How do they do the 1 piece 2 piece thing?  You come out in one and go change and they bring you out in the other?  What do the figure girls do at the night show?


----------



## Jodi (Aug 1, 2004)

They do the same stupid thing as the pre-judge.  Quarter turns!

Yes, you go back and change and come out like a 1/2 to an hour later.  Depending upon what they fit in between.

I added a few more things above and if I think of some more, I'll add em.


----------



## P-funk (Aug 1, 2004)

thanks kid.


----------



## Jodi (Aug 1, 2004)

kid!


----------



## Arnold (Aug 1, 2004)

Yeah, P-funk that is about it, you go back stage and change into your 1 piece and wait, then do the same thing again.


----------



## P-funk (Aug 1, 2004)

Robert DiMaggio said:
			
		

> Yeah, P-funk that is about it, you go back stage and change into your 1 piece and wait, then do the same thing again.




nice.  thanks kid.


----------



## Arnold (Aug 1, 2004)

the way I posted that it sounds like I have competed in figure!


----------



## P-funk (Aug 1, 2004)

lol, that is what I was thinking when I read it.  hahahaha...you really have this stuff down robert(a)


----------



## JLB001 (Aug 1, 2004)

P...sometimes they have the girls do their quarter turns by themself at the night show.  They may bring thw whole group out, then call each one to the center of the stage (kinda to introduce them.)

As far as posing for figure, you want her to look natural and relaxed but still tight.  You want her lats to come out to show the V taper from front and rear.  When facing backward, you'll want her to have a big back.  Think of when you hit your relaxed pose for bbing to the rear but more girlie with the elbows in closer to the body so she doesn't look like she is about to fly off the stage.  As far as her hands....think pretty hands.  

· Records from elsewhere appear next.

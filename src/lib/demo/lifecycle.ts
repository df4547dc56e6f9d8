import type { BriefState } from '../platform/db/schema';

interface Step {
  from: BriefState | null;
  to: BriefState;
  by: 'client' | 'staff';
  /** Kept with the move, as an engineer's reason is. */
  note?: string;
}

/** The main line of a brief's life, and who takes each step. */
const MAIN_LINE: Step[] = [
  { from: null, to: 'draft', by: 'client' },
  { from: 'draft', to: 'submitted', by: 'client' },
  { from: 'submitted', to: 'in-review', by: 'staff' },
  { from: 'in-review', to: 'quoted', by: 'staff' },
  { from: 'quoted', to: 'accepted', by: 'client' },
  { from: 'accepted', to: 'deposit-paid', by: 'client' },
  { from: 'deposit-paid', to: 'in-design', by: 'staff' },
  { from: 'in-design', to: 'delivered', by: 'staff' },
  { from: 'delivered', to: 'paid-in-full', by: 'client' },
];

/** The recorded history of a demo brief that has reached `state` along the main line. */
export function lifecycleTo(state: BriefState): Step[] {
  const end = MAIN_LINE.findIndex((s) => s.to === state);
  if (end < 0) throw new Error(`The demo scenario only uses main-line states, not ${state}`);
  return MAIN_LINE.slice(0, end + 1);
}

/** The recorded history of a demo brief whose quote the client declined: quoted, then back in review. */
export function declinedLifecycle(): Step[] {
  return [...lifecycleTo('quoted'), { from: 'quoted', to: 'in-review', by: 'client' }];
}

/** The recorded history of a demo brief an engineer sent back to its client, with the request. */
export function changesRequestedLifecycle(request: string): Step[] {
  return [...lifecycleTo('submitted'), { from: 'submitted', to: 'changes-requested', by: 'staff', note: request }];
}
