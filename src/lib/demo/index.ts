/** The fictional demo scenario and the seed that loads it. Browser-safe: what other domains, pages and islands may use. */
export * from './lifecycle';
export * from './scenario';
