import { count, eq } from 'drizzle-orm';
import type { Auth } from '../platform/auth/create-auth';
import type { Database, Transaction } from '../platform/db/connect';
import { summarise } from '~/lib/briefs';
import { railSpecSchema } from '../engine/rail-spec';
import { defaultCatalog } from '../engine/catalog';
import { evaluate } from '../engine/evaluate';
import { catalogToRows } from '~/lib/catalog';
import {
  account,
  brief,
  briefMessage,
  briefSpecVersion,
  clientProfile,
  designRevision,
  deviceClass,
  payment,
  rateCard,
  stateChange,
  user,
  type QuoteRow,
  type QuoteState,
} from '../platform/db/schema';
import { draftQuote, moveQuote } from '~/lib/quotes/index.server';
import { movePayment } from '~/lib/payments/index.server';
import { markInvoicePaid, recordInvoice } from '~/lib/invoices/index.server';
import { DEMO_BRIEFS, DEMO_PASSWORD, DEMO_PEOPLE, DEMO_RATE_CARD, type DemoBrief } from './scenario';
import { changesRequestedLifecycle, declinedLifecycle, lifecycleTo } from './lifecycle';
import { DAY_MS } from '../platform/time';

/** A paid demo payment of the quote, recorded through the payment's transition table as in use. */
async function seedPaidPayment(tx: Transaction, row: QuoteRow, kind: 'deposit' | 'balance', amountMinor: number, paidAt: Date) {
  const reference = `${kind === 'deposit' ? '' : 'b'}${row.id.slice(0, 8)}`;
  const [pending] = await tx
    .insert(payment)
    .values({ quoteId: row.id, kind, checkoutSessionId: `cs_demo_${reference}`, amountMinor, currency: row.currency, createdAt: paidAt })
    .returning();
  if (!pending || !(await movePayment(tx, pending, 'paid', { paidAt, paymentIntentId: `pi_demo_${reference}` })))
    throw new Error(`Demo ${kind} for quote ${row.number} could not be recorded`);
}

/**
 * The quote of a demo brief, drafted the way the quote builder drafts one, then
 * taken as far as the scenario says: sent, accepted with its deposit paid (and
 * on to its balance invoiced and paid), or declined.
 */
async function seedQuote(
  tx: Transaction,
  p: {
    briefId: string;
    finalState: DemoBrief['state'];
    revisionId: string;
    engineerId: string;
    ownerId: string;
    plan: NonNullable<DemoBrief['quote']>;
    declineReason: string;
    purchaseOrder: string | null;
    at: Date;
  },
) {
  // Drafting needs a brief still under review; the scenario's state is restored right after.
  await tx.update(brief).set({ state: 'in-review' }).where(eq(brief.id, p.briefId));
  const drafted = await draftQuote(tx, { revisionId: p.revisionId, createdBy: p.engineerId, now: p.at });
  if (!drafted.ok) throw new Error(`Demo quote could not be drafted: ${drafted.message}`);
  await tx.update(brief).set({ state: p.finalState }).where(eq(brief.id, p.briefId));
  // Every later step goes through the quote's and the payment's transition tables, as in use.
  let row = drafted.value;
  const move = async (to: QuoteState, actorId: string | null, at: Date, extra: Partial<QuoteRow> = {}, note = '') => {
    const moved = await moveQuote(tx, row, to, actorId, extra, note, at);
    if (!moved) throw new Error(`Demo quote ${row.number} cannot move from ${row.state} to ${to}`);
    row = moved;
  };
  const sentAt = new Date(p.at.getTime() + 3_600_000);
  await move('sent', p.engineerId, sentAt, { sentAt });
  if (p.plan === 'sent') return;
  if (p.plan === 'declined') {
    await move('declined', p.ownerId, new Date(sentAt.getTime() + DAY_MS), { declineReason: p.declineReason }, p.declineReason);
    return;
  }
  const acceptedAt = new Date(sentAt.getTime() + DAY_MS);
  const paidAt = new Date(acceptedAt.getTime() + 600_000);
  await move('accepted', p.ownerId, acceptedAt, { acceptedAt, purchaseOrder: p.purchaseOrder });
  await seedPaidPayment(tx, row, 'deposit', row.depositMinor, paidAt);
  await move('deposit-paid', null, paidAt);
  if (p.plan !== 'paid-in-full') return;
  // Delivered two weeks after the deposit, the balance paid three days later.
  const deliveredAt = new Date(paidAt.getTime() + 14 * DAY_MS);
  const balancePaidAt = new Date(deliveredAt.getTime() + 3 * DAY_MS);
  const issued = await recordInvoice(tx, row, p.ownerId, deliveredAt);
  await seedPaidPayment(tx, row, 'balance', issued.balanceMinor, balancePaidAt);
  if (!(await markInvoicePaid(tx, issued, balancePaidAt))) throw new Error(`Demo invoice ${issued.number} could not be marked paid`);
}

/**
 * Seeds the demo scenario into an empty database, all in one transaction.
 * Returns false (and writes nothing) when the database already has people.
 */
export async function seedDemo(db: Database, auth: Auth, now = Date.now()): Promise<boolean> {
  const [existing] = await db.select({ n: count() }).from(user);
  if ((existing?.n ?? 0) > 0) return false;

  const context = await auth.$context;
  const passwordHash = await context.password.hash(DEMO_PASSWORD);
  const ids = new Map(DEMO_PEOPLE.map((p) => [p.key, crypto.randomUUID()]));
  const idOf = (key: string) => {
    const id = ids.get(key);
    if (!id) throw new Error(`Demo scenario names an unknown person: ${key}`);
    return id;
  };
  const engineerId = idOf('engineer');

  await db.transaction(async (tx) => {
    for (const person of DEMO_PEOPLE) {
      const id = idOf(person.key);
      const joined = new Date(now - 40 * DAY_MS);
      await tx.insert(user).values({
        id,
        name: person.name,
        email: person.email,
        emailVerified: true,
        role: person.role,
        createdAt: joined,
        updatedAt: joined,
      });
      await tx.insert(account).values({
        id: crypto.randomUUID(),
        accountId: id,
        providerId: 'credential',
        userId: id,
        password: passwordHash,
        createdAt: joined,
        updatedAt: joined,
      });
      if (person.company)
        await tx.insert(clientProfile).values({ userId: id, company: person.company, billingAddress: person.billingAddress ?? '' });
    }
    await tx.insert(rateCard).values({ ...DEMO_RATE_CARD, updatedBy: idOf('admin') });
    await tx.insert(deviceClass).values(catalogToRows(defaultCatalog));

    for (const item of DEMO_BRIEFS) {
      const ownerId = idOf(item.owner);
      const briefId = crypto.randomUUID();
      const submittedAt = item.submittedDaysAgo === undefined ? null : new Date(now - item.submittedDaysAgo * DAY_MS);
      const createdAt = new Date((submittedAt?.getTime() ?? now - DAY_MS) - 2 * 3_600_000);
      // Submitted briefs carry the engine's verdict, as they would after a real submission.
      const spec = submittedAt ? railSpecSchema.parse(item.spec) : item.spec;
      const result = submittedAt ? evaluate(railSpecSchema.parse(item.spec), defaultCatalog) : null;
      await tx.insert(brief).values({
        id: briefId,
        ownerId,
        title: item.title,
        state: item.state,
        spec,
        notes: item.notes,
        submittedAt,
        recommendedTopology: result?.recommended ?? null,
        summary: result ? summarise(result) : null,
        createdAt,
        updatedAt: createdAt,
      });
      if (result && item.revisionNote && result.recommended) {
        const revisionId = crypto.randomUUID();
        const revisedAt = new Date((submittedAt?.getTime() ?? now) + 4 * 3_600_000);
        await tx.insert(designRevision).values({
          id: revisionId,
          briefId,
          number: 1,
          authorId: engineerId,
          topology: result.recommended,
          weights: railSpecSchema.parse(item.spec).weights,
          overrides: railSpecSchema.parse(item.spec).overrides,
          input: spec,
          result,
          note: item.revisionNote,
          createdAt: revisedAt,
        });
        if (item.quote)
          await seedQuote(tx, {
            briefId,
            finalState: item.state,
            revisionId,
            engineerId,
            ownerId,
            plan: item.quote,
            declineReason: item.declineReason ?? '',
            purchaseOrder: item.purchaseOrder ?? null,
            at: new Date(revisedAt.getTime() + DAY_MS),
          });
      }
      for (const [index, message] of (item.messages ?? []).entries())
        await tx.insert(briefMessage).values({
          briefId,
          authorId: message.by === 'client' ? ownerId : engineerId,
          body: message.body,
          createdAt: new Date((submittedAt?.getTime() ?? now) + 2 * DAY_MS + index * 3 * 3_600_000),
        });
      if (submittedAt) await tx.insert(briefSpecVersion).values({ briefId, number: 1, spec, createdAt: submittedAt });
      if (item.changeRequest)
        await tx.insert(briefMessage).values({
          briefId,
          authorId: engineerId,
          body: item.changeRequest,
          createdAt: new Date((submittedAt?.getTime() ?? now) + 5 * 3_600_000),
        });
      const steps = item.changeRequest
        ? changesRequestedLifecycle(item.changeRequest)
        : item.quote === 'declined'
          ? declinedLifecycle()
          : lifecycleTo(item.state);
      let at = submittedAt?.getTime() ?? createdAt.getTime();
      for (const [index, step] of steps.entries()) {
        await tx.insert(stateChange).values({
          subjectType: 'brief',
          subjectId: briefId,
          fromState: step.from,
          toState: step.to,
          actorId: step.by === 'client' ? ownerId : engineerId,
          note: step.note ?? '',
          createdAt: new Date(at),
        });
        at += (index + 1) * 3_600_000 * 5;
      }
    }
  });
  return true;
}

If you go to www.jodileigh.com she has a message board where she has posted lots of good info on figure posing and such.  Also Tre has some good pics from different shows on a National level that you can look at and print to give you client.  http://www.femflex.com/contest.htm
Also have her walk in those shoes everyday!   You want her to almost be able to run in those things!  Have her stay away from the ones with the huge platforms on the front, but at least a 4 in heel.  It pulls the calf up.  I've found pretty good prices on ebay for the shoes.  Better than the stripper stores in price.

Oh...and NO TWISTING at the waist.  This is acceptable when you are in a more relaxed pose, but not when you are in call outs.


----------



## P-funk (Aug 3, 2004)

thank you Jodie


----------